What are your favorite local hangouts in your hometown of Vail?
I love to go to the movie theater Cinebistro whenever I can. They have huge fluffy seats and in-theater dining with amazing food. It's such a fun, relaxing atmosphere, and I especially love to go after I've had a tough workout so I can really enjoy sinking in to the seat and sitting still for a couple hours.
What ski competitors do you look up to most? Who are you closest to and why?
I look up to a bunch of skiers, men and women. My favorite racer of all time is probably Bode Miller, but mostly I just appreciate awesome, fast skiing. I'm pretty good friends with everyone—they're all friendly and I've never felt any hostility. Veronika Zuzulova has taken me under her wing, in a sense. I mostly see her at races, but she has always been especially nice and helpful if I've ever needed anything.
What’s something quirky people might not know about you?

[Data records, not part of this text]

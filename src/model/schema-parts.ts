// Building blocks of the model-file JSON Schema (draft 2020-12). The schema is written as data so
// that our own validator (validate.ts) walks the very same object that is published, and the two
// cannot drift apart.

/** A JSON Schema node as this module writes them (a plain JSON object or a boolean). */
export type SchemaNode = boolean | { readonly [keyword: string]: unknown };

/**
 * The most items a list of a model file may hold (supports, hinges, loads, segments, section parts,
 * polygon corners): parsing, analysing and drawing stay linear in the size of a model, and this
 * bound keeps each under about a second; a longer list is refused with `too-many-items`.
 */
export const MODEL_LIST_LIMIT = 10_000;

const ref = (name: string): SchemaNode => ({ $ref: `#/$defs/${name}` });

const q = (def: string, description: string): SchemaNode => ({ $ref: `#/$defs/${def}`, description });

/** The JSON `type` tags of supports, in the order documented. */
export const SUPPORT_TYPES = ["pin", "roller", "fixed", "guided", "spring"] as const;

/** The JSON `type` tags of loads, in the order documented. */
export const LOAD_TYPES = ["point", "moment", "distributed"] as const;

/** The unit-system presets a model may name in `units.system`. */
export const UNIT_SYSTEM_NAMES = ["siNewtonMetre", "siKilonewtonMetre", "siNewtonMillimetre", "usKipFoot", "usKipInch"] as const;

const unitField = (description: string): SchemaNode => ({ type: "string", minLength: 1, pattern: "\\S", description });

const units: SchemaNode = {
  type: "object",
  title: "the units of the model",
  description:
    "The unit of every plain number in the file and of every result. Fields left out take the preset named by `system`, else the defaults shown; derived units follow the base ones (moment = force*length).",
  properties: {
    system: { enum: [...UNIT_SYSTEM_NAMES], description: "A preset for every field not given here." },
    length: unitField('Member length and positions along it. Default "m".'),
    force: unitField('Point loads, reactions and shear. Default "kN".'),
    moment: unitField('Applied moments and bending moments. Default force*length, "kN*m".'),
    forcePerLength: unitField('Distributed loads. Default force/length, "kN/m".'),
    deflection: unitField('Deflections and settlements. Default "mm".'),
    rotation: unitField('Slopes and prescribed rotations. Default "rad".'),
    stress: unitField('Stresses and allowable stresses. Default "MPa".'),
    modulus: unitField("Modulus of elasticity E. Default: the stress unit."),
    sectionLength: unitField('Cross-section dimensions and fibre positions. Default "mm".'),
    area: unitField('Section areas. Default sectionLength^2, "mm^2".'),
    secondMoment: unitField('Second moments of area I. Default sectionLength^4, "mm^4".'),
    sectionModulus: unitField('Section moduli. Default sectionLength^3, "mm^3".'),
    translationalStiffness: unitField('Support spring stiffness. Default force/length, "kN/m".'),
    rotationalStiffness: unitField('Rotational spring stiffness. Default moment/rad, "kN*m/rad".'),
  },
  additionalProperties: false,
};

const supportTypeIs = (type: string): SchemaNode => ({ properties: { type: { const: type } }, required: ["type"] });

const support: SchemaNode = {
  type: "object",
  title: "a support",
  description: "A support of the member. Any type may have a settlement (positive downward).",
  required: ["at", "type"],
  properties: {
    at: q("length", "Position from the left end (length unit)."),
    type: {
      enum: [...SUPPORT_TYPES],
      description:
        "pin and roller hold deflection; fixed holds deflection and rotation; guided holds rotation only; spring resists deflection with `stiffness` and/or rotation with `rotationalStiffness`.",
    },
    stiffness: q("translationalStiffness", "Spring stiffness against deflection (spring supports only)."),
    rotationalStiffness: q("rotationalStiffness", "Spring stiffness against rotation (spring supports only)."),
    settlement: q("deflection", "Prescribed settlement, positive downward (deflection unit)."),
    rotation: q("rotation", "Prescribed rotation, positive counterclockwise (fixed and guided supports; rotation unit)."),
  },
  additionalProperties: false,
  allOf: [
    {
      if: supportTypeIs("spring"),
      then: { anyOf: [{ required: ["stiffness"] }, { required: ["rotationalStiffness"] }] },
      else: { properties: { stiffness: false, rotationalStiffness: false } },
    },
    { if: { properties: { type: { enum: ["pin", "roller", "spring"] } }, required: ["type"] }, then: { properties: { rotation: false } } },
  ],
};

const loadCase: SchemaNode = { type: "string", minLength: 1, pattern: "\\S", description: "The load case it belongs to. All loads act together, factor 1." };

const pointLoad: SchemaNode = {
  type: "object",
  title: "a point load",
  required: ["type", "at", "value"],
  properties: {
    type: { const: "point" },
    at: q("length", "Position from the left end (length unit)."),
    value: q("force", "Force, positive downward (force unit)."),
    case: loadCase,
  },
  additionalProperties: false,
};

const momentLoad: SchemaNode = {
  type: "object",
  title: "an applied moment",
  required: ["type", "at", "value"],
  properties: {
    type: { const: "moment" },
    at: q("length", "Position from the left end (length unit)."),
    value: q("moment", "Applied couple, positive counterclockwise (moment unit)."),
    case: loadCase,
  },
  additionalProperties: false,
};

const distributedLoad: SchemaNode = {
  type: "object",
  title: "a distributed load",
  required: ["type", "start"],
  properties: {
    type: { const: "distributed" },
    from: q("length", "Where it starts (length unit). Default 0."),
    to: q("length", "Where it ends (length unit). Default the member length."),
    start: q("forcePerLength", "Intensity at `from`, positive downward (force per length)."),
    end: q("forcePerLength", "Intensity at `to`, positive downward (force per length). Default `start`."),
    case: loadCase,
  },
  additionalProperties: false,
};

const loadTypeIs = (type: string, then: SchemaNode): SchemaNode => ({ if: { properties: { type: { const: type } }, required: ["type"] }, then });

const load: SchemaNode = {
  type: "object",
  title: "a load",
  description: "A point load, an applied moment or a distributed load (linearly varying).",
  required: ["type"],
  properties: { type: { enum: [...LOAD_TYPES], description: "point, moment or distributed." } },
  allOf: [loadTypeIs("point", ref("pointLoad")), loadTypeIs("moment", ref("momentLoad")), loadTypeIs("distributed", ref("distributedLoad"))],
};

const segment: SchemaNode = {
  type: "object",
  title: "a segment of constant stiffness",
  required: ["from", "to", "I"],
  properties: {
    from: q("length", "Where it starts (length unit)."),
    to: q("length", "Where it ends (length unit)."),
    E: q("modulus", "Modulus of elasticity. Default the model's `E` or `material.E`."),
    I: q("secondMoment", "Second moment of area (second-moment unit)."),
  },
  additionalProperties: false,
};

const limits: SchemaNode = {
  type: "object",
  title: "the limits to check",
  properties: {
    deflection: {
      type: ["number", "string"],
      title: 'a deflection limit such as "span/360" or a length',
      description: 'Largest deflection: "span/360" (per span; cantilevers use their length) or a length (deflection unit).',
    },
    bendingStress: q("stress", "Allowable bending stress (stress unit)."),
    shearStress: q("stress", "Allowable shear stress (stress unit)."),
  },
  additionalProperties: false,
};

const material: SchemaNode = {
  type: "object",
  title: "a material",
  required: ["E"],
  properties: {
    name: { type: "string", description: "A label for reports." },
    E: q("modulus", "Modulus of elasticity (modulus unit)."),
    yieldStrength: q("stress", "Yield strength (stress unit)."),
  },
  additionalProperties: false,
};

const quantity = (kind: string, example: string): SchemaNode => ({
  type: ["number", "string"],
  title: `a number in the model's ${kind} unit or a string with a unit, such as "${example}"`,
});

/** The `$defs` of the schema. */
export const definitions = {
  length: quantity("length", "3.5 m"),
  force: quantity("force", "18 kN"),
  moment: quantity("moment", "4 kN*m"),
  forcePerLength: quantity("force-per-length", "1.5 kip/ft"),
  deflection: quantity("deflection", "5 mm"),
  rotation: quantity("rotation", "0.002 rad"),
  stress: quantity("stress", "165 MPa"),
  modulus: quantity("modulus", "200 GPa"),
  sectionLength: quantity("section length", "300 mm"),
  secondMoment: quantity("second-moment", "120000000 mm^4"),
  translationalStiffness: quantity("stiffness", "5000 kN/m"),
  rotationalStiffness: quantity("rotational stiffness", "2000 kN*m/rad"),
  units,
  support,
  load,
  pointLoad,
  momentLoad,
  distributedLoad,
  segment,
  limits,
  material,
} as const;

I don't know if this counts as quirky, but I really like to braid hair. I love trying to come up with different hairstyles and cut my brother's hair quite often. Also, I like to eat Wheaties with orange juice instead of milk sometimes.
You had great parenting and access to sports growing up. What advice do you have for young wannabe ski racers who may not have the same advantages?
My favorite piece of advice is to use the resources you have. A lot of people barely use half of the resources that they do have. For instance, most people don't even know about the Winning World Cup Runs DVDs that the U.S. Ski Team sells every year. They're a collaboration of all of the fastest ski runs during the season for every race, and it's organized by event. Those DVDs are probably my most exhausted resource, and even if a young racer doesn't have access to the biggest mountain or the newest skis, watching World Cup is extremely beneficial and a great way to get started.